How much does Kira still feel? Has she locked away some memory of me within that strange, new form? Does she know where all this is going? Does she have a mind? A soul?
I suppose it isn’t just her I’m thinking about, but me. How I should’ve done all this first so she’d know the way. So she wouldn’t be alone. How for once she is going to reach the end of something before I do.

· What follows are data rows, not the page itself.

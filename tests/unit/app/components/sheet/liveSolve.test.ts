import { readFileSync } from "node:fs";
import { describe, expect, it } from "vitest";
import { solveNetwork } from "#solver/index.ts";
import { validateNetwork, type Network } from "#solver/schema.ts";
import { solveForSheet } from "#app/components/sheet/liveSolve.ts";
import { placePart } from "#app/components/sheet/sheetEdits.ts";

function demo(): Network {
  const parsed = validateNetwork(JSON.parse(readFileSync("tests/fixtures/tarn-head-calder-flats.json", "utf8")));
  if (!parsed.ok) throw new Error("demo network does not validate");
  return parsed.network;
}

describe("solving for the sheet", () => {
  it("draws the shared solver's numbers, not a copy of its own", () => {
    const state = solveForSheet(demo());
    expect(state.kind).toBe("solved");
    if (state.kind !== "solved") return;
    const direct = solveNetwork(demo());
    if (!direct.ok) throw new Error("solver refused the demo");
    for (const bus of direct.result.loadFlow.buses) expect(state.readings.buses.get(bus.id)).toEqual(bus);
    expect(state.readings.branches.size).toBe(5);
    expect(state.readings.faults.size).toBe(6);
    expect(state.readings.elapsedMs).toBeGreaterThanOrEqual(0);
  });

  it("shows why a drawing cannot be solved yet instead of numbers", () => {
    const placed = placePart({ document: demo(), layout: {} }, "load", { x: 0, y: 0 });
    const state = solveForSheet(placed.document);
    expect(state.kind).toBe("invalid");
    if (state.kind === "invalid") expect(state.issues[0].message).toMatch(/connect its terminal to a busbar/);
  });

  it("keeps no bus numbers when the load flow does not converge", () => {
    const doc = demo();
    const heavy = { ...doc, loads: doc.loads.map((l) => ({ ...l, pMW: l.pMW * 40, qMvar: l.qMvar * 40 })) };
    const state = solveForSheet(heavy);
    expect(state.kind).toBe("solved");
    if (state.kind !== "solved") return;
    expect(state.readings.result.loadFlow.converged).toBe(false);
    expect(state.readings.result.loadFlow.message).toBeTruthy();
    expect(state.readings.buses.size).toBe(0);
    expect(state.readings.branches.size).toBe(0);
  });
});
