import { readFileSync } from "node:fs";
import { describe, expect, it } from "vitest";
import { validateNetwork, type Network } from "#solver/schema.ts";
import { createSheetStore } from "#app/components/sheet/sheetStore.ts";

function demo(): Network {
  const parsed = validateNetwork(JSON.parse(readFileSync("tests/fixtures/tarn-head-calder-flats.json", "utf8")));
  if (!parsed.ok) throw new Error("demo network does not validate");
  return parsed.network;
}

const make = (readOnly = false) => createSheetStore({ networkId: "7", document: demo(), revision: 3, readOnly });

describe("sheet store", () => {
  it("is a new store per editor", () => {
    const a = make();
    const b = make();
    a.getState().actions.place("load", { x: 0, y: 400 });
    expect(a.getState().document.loads).toHaveLength(3);
    expect(b.getState().document.loads).toHaveLength(2);
  });

  it("undoes and redoes every edit", () => {
    const store = make();
    const { actions } = store.getState();
    const original = store.getState().document;
    const id = actions.place("capacitor", { x: 0, y: 400 })!;
    expect(store.getState().selection).toEqual([id]);
    actions.connect(id, "t", "b-town");
    expect(store.getState().document.shunts.find((s) => s.id === id)!.bus).toBe("b-town");
    actions.undo();
    expect(store.getState().document.shunts.find((s) => s.id === id)!.bus).toBe("");
    actions.undo();
    expect(store.getState().document).toBe(original);
    actions.redo();
    actions.redo();
    expect(store.getState().document.shunts.find((s) => s.id === id)!.bus).toBe("b-town");
  });

  it("makes a whole drag one undo step, and selection none", () => {
    const store = make();
    const { actions } = store.getState();
    actions.select(["b-mine", "ld-mine"]);
    for (let step = 1; step <= 10; step++) actions.dragTo({ "b-mine": { x: 960 + 4 * step, y: -120 }, "ld-mine": { x: 1080 + 4 * step, y: -120 } });
    expect(store.temporal.getState().pastStates).toHaveLength(0);
    actions.commitMoves({ "b-mine": { x: 1000, y: -120 }, "ld-mine": { x: 1120, y: -120 } });
    expect(store.temporal.getState().pastStates).toHaveLength(1);
    expect(store.getState().dragPositions).toBeNull();
    expect(store.getState().document.buses.find((b) => b.id === "b-mine")!.x).toBe(1000);
    actions.undo();
    expect(store.getState().document.buses.find((b) => b.id === "b-mine")!.x).toBe(960);
  });

  it("copies, pastes with new ids and selects the copies", () => {
    const store = make();
    const { actions } = store.getState();
    actions.select(["ld-town"]);
    actions.copySelection();
    actions.paste();
    const selected = store.getState().selection;
    expect(selected).toHaveLength(1);
    expect(selected[0]).not.toBe("ld-town");
    expect(store.getState().document.loads.map((l) => l.id)).toContain(selected[0]);
  });

  it("deletes the selection, wires included", () => {
    const store = make();
    const { actions } = store.getState();
    actions.select(["c-calder", "l-town~to"]);
    actions.deleteSelection();
    const doc = store.getState().document;
    expect(doc.shunts).toHaveLength(0);
    expect(doc.lines.find((l) => l.id === "l-town")!.toBus).toBe("");
    expect(store.getState().selection).toEqual([]);
  });

  it("arranges the chain as one undo step", async () => {
    const store = make();
    await store.getState().actions.arrange();
    expect(store.temporal.getState().pastStates).toHaveLength(1);
    const xs = ["b-tarn-11", "b-tarn-66", "b-calder-66", "b-calder-11"].map((id) => store.getState().document.buses.find((b) => b.id === id)!.x!);
    expect([...xs].sort((a, b) => a - b)).toEqual(xs);
  });

  it("changes nothing in read-only mode", async () => {
    const store = make(true);
    const { actions } = store.getState();
    const before = store.getState().document;
    actions.place("load", { x: 0, y: 0 });
    actions.select(["b-town"]);
    actions.deleteSelection();
    await actions.arrange();
    expect(store.getState().document).toBe(before);
    expect(store.temporal.getState().pastStates).toHaveLength(0);
  });
});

I’m afraid of being left behind. I guess that hurts too.”

 



HELEN MARSHALL is the World Fantasy Award-winning author of two short story collections and two poetry chapbooks. Her stories and poetry have appeared in magazines and anthologies including Abyss & ApexLady Churchill’s Rosebud Wristlet and Tor.com. She obtained a PhD from the Centre for Medieval Studies at the University of Toronto, and then spent two years completing a postdoctoral fellowship at the University of Oxford investigating literature written during the time of the Black Death. Helen has worked as a managing editor for ChiZine Publications, and was recently hired as a permanent Lecturer in Creative Writing and Publishing at Anglia Ruskin University in Cambridge. She grew up in Sarnia, Ontario, and now resides in Cambridge. The Migration is her first novel.